- **Dataset extract**

↓

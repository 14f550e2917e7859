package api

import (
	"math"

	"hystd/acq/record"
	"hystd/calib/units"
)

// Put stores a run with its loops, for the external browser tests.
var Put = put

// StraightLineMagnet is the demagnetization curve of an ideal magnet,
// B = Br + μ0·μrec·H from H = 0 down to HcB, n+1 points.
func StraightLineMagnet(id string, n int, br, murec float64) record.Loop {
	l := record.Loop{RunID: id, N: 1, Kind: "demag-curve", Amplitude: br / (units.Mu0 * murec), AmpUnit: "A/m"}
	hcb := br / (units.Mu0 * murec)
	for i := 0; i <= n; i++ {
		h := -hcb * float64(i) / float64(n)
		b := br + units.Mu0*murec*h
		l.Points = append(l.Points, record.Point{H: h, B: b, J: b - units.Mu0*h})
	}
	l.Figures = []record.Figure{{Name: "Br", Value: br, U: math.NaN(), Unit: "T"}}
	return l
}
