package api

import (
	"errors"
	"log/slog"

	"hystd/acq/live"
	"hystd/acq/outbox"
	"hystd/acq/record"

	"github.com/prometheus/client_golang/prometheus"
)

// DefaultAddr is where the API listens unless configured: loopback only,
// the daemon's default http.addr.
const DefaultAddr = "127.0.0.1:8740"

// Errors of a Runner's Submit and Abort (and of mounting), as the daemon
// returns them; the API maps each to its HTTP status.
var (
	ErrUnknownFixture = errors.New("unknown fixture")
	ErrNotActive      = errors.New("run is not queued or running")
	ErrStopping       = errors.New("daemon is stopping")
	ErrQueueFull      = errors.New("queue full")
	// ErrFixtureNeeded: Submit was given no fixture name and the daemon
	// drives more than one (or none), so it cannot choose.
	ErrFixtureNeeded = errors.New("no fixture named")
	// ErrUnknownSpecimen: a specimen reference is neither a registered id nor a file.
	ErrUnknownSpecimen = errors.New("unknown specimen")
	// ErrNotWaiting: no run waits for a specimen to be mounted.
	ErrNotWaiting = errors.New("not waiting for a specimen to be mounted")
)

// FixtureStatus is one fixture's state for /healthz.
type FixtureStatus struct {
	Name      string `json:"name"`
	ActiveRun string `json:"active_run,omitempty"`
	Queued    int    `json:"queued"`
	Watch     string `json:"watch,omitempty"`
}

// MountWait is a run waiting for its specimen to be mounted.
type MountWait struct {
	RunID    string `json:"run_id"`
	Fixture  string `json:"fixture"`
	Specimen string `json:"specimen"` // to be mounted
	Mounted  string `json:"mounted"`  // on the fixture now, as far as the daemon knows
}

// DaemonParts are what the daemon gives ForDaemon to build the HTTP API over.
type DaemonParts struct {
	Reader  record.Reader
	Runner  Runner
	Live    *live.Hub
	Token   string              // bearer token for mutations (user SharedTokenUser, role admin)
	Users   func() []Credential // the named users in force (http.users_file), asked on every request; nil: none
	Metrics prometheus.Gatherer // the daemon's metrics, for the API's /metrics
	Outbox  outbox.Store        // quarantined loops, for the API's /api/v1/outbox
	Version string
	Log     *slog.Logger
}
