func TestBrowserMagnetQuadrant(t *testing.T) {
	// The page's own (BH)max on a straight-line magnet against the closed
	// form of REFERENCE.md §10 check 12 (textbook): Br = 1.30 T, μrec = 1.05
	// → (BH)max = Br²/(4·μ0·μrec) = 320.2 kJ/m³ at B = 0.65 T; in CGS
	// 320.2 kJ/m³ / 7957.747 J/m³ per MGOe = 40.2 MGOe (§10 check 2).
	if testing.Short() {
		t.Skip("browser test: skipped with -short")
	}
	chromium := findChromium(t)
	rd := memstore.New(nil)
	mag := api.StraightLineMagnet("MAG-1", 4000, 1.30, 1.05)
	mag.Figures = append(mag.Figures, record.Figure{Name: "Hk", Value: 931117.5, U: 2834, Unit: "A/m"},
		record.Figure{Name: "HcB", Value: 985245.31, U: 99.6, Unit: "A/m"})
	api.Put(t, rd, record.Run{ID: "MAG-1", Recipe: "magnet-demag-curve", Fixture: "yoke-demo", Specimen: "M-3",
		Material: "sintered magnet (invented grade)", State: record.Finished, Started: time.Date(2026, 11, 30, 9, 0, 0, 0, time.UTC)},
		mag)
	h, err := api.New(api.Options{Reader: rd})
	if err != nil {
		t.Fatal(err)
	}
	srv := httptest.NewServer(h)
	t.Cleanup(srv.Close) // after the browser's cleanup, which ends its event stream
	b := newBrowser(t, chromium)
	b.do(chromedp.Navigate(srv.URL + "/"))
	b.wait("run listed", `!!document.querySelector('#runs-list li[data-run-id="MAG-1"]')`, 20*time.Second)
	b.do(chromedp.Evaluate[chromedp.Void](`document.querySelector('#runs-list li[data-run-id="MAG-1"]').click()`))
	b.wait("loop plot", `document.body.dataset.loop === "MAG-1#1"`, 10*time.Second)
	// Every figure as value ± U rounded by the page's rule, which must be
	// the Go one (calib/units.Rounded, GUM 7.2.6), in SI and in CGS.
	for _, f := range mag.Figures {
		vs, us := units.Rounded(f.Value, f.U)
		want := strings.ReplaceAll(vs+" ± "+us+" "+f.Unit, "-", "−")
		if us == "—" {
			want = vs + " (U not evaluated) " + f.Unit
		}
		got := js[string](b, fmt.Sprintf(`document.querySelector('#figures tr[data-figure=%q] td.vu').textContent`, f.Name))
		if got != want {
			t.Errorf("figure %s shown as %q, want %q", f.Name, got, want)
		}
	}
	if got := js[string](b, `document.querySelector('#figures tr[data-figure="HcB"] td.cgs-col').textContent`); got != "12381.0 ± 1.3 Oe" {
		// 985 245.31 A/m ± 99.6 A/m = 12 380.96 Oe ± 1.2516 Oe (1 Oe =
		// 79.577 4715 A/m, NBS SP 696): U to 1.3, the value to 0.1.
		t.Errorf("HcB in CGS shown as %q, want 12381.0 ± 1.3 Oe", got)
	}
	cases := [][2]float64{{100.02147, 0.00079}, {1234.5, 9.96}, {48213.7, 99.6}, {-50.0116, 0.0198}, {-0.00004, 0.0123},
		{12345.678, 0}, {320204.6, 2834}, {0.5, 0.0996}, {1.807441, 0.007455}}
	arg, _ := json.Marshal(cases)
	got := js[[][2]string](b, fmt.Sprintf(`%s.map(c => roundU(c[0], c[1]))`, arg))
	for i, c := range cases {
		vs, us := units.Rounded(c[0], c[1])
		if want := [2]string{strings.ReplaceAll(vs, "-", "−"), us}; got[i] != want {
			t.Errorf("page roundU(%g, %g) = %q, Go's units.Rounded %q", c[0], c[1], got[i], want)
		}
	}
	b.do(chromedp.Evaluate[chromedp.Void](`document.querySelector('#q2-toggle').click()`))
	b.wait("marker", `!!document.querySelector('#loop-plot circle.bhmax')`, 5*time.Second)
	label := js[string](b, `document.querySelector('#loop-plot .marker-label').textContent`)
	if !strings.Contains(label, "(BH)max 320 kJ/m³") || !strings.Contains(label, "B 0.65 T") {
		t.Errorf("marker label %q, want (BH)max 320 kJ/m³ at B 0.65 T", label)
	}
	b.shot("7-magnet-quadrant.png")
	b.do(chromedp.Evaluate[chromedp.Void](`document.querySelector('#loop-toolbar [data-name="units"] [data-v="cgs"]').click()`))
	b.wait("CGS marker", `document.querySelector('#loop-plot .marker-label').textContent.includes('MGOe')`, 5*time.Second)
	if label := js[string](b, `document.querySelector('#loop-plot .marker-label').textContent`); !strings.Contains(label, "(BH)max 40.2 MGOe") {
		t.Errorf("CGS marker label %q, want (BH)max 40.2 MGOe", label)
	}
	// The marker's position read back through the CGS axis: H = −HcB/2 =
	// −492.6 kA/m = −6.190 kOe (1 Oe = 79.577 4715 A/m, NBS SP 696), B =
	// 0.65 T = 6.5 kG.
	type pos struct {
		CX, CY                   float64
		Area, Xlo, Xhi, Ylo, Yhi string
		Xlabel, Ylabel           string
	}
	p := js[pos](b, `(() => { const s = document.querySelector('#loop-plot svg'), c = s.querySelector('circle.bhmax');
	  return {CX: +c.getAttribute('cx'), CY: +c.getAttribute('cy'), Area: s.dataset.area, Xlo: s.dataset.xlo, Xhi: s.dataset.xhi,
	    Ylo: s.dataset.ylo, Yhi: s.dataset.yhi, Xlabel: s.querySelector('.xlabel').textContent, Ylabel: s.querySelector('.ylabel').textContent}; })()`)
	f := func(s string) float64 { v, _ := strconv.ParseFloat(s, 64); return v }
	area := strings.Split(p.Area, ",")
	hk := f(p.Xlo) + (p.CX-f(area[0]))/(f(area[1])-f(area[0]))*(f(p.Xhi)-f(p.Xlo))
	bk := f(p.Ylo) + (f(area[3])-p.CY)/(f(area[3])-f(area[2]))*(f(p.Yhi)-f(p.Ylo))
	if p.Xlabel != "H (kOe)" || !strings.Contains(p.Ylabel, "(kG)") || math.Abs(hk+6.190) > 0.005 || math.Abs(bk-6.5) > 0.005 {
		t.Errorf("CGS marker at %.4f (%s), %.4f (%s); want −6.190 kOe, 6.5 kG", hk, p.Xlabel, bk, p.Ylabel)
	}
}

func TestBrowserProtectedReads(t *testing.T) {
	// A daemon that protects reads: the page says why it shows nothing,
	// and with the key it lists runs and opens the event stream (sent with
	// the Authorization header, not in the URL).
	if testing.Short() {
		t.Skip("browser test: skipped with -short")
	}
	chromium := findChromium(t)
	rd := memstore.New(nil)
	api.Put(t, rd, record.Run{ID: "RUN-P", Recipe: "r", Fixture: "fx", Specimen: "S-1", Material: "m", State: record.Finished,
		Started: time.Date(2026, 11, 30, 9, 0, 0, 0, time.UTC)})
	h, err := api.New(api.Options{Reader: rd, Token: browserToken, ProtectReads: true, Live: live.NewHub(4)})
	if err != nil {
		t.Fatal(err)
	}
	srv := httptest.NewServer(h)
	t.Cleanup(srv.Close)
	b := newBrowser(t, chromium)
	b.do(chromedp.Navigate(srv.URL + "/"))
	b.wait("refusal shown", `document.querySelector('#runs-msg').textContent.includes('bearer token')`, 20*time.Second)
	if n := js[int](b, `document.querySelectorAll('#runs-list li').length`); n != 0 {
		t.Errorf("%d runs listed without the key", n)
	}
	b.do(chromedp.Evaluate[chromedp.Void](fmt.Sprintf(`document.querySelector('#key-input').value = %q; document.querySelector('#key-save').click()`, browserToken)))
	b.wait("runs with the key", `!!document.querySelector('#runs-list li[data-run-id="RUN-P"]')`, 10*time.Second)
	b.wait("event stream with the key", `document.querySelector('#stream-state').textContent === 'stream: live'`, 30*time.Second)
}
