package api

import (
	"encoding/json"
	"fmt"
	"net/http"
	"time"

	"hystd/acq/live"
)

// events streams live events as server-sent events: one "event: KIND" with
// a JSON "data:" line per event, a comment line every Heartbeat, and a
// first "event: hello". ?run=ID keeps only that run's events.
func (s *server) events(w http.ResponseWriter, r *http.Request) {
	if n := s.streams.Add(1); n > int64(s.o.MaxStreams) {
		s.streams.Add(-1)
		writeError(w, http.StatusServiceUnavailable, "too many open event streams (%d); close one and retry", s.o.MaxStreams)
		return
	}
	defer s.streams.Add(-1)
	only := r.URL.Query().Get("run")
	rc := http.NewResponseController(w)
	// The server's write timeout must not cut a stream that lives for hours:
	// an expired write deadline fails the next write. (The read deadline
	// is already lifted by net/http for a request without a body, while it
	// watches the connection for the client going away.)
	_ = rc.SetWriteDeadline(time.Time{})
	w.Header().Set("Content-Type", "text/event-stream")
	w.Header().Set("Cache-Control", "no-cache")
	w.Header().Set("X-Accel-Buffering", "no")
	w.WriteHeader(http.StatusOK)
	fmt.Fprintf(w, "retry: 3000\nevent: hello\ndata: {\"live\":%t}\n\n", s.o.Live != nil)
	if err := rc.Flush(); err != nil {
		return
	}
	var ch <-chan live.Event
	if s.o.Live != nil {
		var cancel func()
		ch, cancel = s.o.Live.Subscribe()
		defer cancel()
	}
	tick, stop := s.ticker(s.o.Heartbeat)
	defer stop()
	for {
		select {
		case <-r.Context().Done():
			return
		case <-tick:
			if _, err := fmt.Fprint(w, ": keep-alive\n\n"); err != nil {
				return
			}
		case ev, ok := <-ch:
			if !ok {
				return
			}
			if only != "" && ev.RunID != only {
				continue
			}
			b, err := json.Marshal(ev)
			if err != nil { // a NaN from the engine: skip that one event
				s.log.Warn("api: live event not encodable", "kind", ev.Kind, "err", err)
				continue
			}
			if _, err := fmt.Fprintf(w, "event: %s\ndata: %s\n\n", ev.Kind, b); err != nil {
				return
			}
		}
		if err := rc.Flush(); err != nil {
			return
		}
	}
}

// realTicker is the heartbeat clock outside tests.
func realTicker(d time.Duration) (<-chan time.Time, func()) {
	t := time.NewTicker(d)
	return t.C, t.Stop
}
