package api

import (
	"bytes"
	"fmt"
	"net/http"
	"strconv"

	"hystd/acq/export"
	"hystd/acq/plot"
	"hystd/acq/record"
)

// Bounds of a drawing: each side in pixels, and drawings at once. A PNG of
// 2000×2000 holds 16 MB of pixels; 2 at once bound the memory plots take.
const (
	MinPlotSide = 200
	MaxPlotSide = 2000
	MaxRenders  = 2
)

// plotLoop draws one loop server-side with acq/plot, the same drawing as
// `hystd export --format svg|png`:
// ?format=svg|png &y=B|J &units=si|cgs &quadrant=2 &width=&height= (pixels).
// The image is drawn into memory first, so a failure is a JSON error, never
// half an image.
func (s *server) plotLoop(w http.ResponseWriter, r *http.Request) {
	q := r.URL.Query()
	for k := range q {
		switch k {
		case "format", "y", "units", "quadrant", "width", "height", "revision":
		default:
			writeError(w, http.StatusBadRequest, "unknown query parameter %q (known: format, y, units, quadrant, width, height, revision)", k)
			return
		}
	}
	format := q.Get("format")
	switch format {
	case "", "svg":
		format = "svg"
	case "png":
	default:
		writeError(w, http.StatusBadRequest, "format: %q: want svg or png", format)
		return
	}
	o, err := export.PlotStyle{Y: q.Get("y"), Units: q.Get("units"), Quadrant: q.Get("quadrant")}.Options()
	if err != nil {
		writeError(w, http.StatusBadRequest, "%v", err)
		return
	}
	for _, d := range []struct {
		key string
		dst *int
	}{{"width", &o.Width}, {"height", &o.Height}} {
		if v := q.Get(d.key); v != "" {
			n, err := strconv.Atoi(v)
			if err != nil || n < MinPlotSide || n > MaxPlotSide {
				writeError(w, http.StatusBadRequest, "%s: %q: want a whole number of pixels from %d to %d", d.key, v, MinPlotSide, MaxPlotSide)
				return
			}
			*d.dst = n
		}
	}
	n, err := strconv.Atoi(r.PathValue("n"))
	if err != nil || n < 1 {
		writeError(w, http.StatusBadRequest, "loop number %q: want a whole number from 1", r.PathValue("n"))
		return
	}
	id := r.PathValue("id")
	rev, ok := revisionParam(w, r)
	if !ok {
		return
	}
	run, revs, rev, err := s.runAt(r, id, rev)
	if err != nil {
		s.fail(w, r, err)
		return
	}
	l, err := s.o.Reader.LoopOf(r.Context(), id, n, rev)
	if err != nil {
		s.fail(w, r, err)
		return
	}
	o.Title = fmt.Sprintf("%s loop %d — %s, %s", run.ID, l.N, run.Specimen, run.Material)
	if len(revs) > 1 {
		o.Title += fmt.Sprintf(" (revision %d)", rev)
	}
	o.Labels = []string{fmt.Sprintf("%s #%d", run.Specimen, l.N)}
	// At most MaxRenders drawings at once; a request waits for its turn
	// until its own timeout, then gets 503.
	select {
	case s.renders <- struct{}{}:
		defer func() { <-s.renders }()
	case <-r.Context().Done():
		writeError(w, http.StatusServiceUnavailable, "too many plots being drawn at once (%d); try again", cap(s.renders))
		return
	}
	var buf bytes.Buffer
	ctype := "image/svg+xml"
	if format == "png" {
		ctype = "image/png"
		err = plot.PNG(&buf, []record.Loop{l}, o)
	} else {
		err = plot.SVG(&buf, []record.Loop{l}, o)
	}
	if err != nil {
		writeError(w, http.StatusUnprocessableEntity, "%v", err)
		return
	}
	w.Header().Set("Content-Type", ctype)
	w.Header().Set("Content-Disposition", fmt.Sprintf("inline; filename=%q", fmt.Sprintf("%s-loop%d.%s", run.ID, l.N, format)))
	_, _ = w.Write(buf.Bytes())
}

↑

Where a line of the listing holds the string "ctype", copy that line.

	ctype := "image/svg+xml"
		ctype = "image/png"
	w.Header().Set("Content-Type", ctype)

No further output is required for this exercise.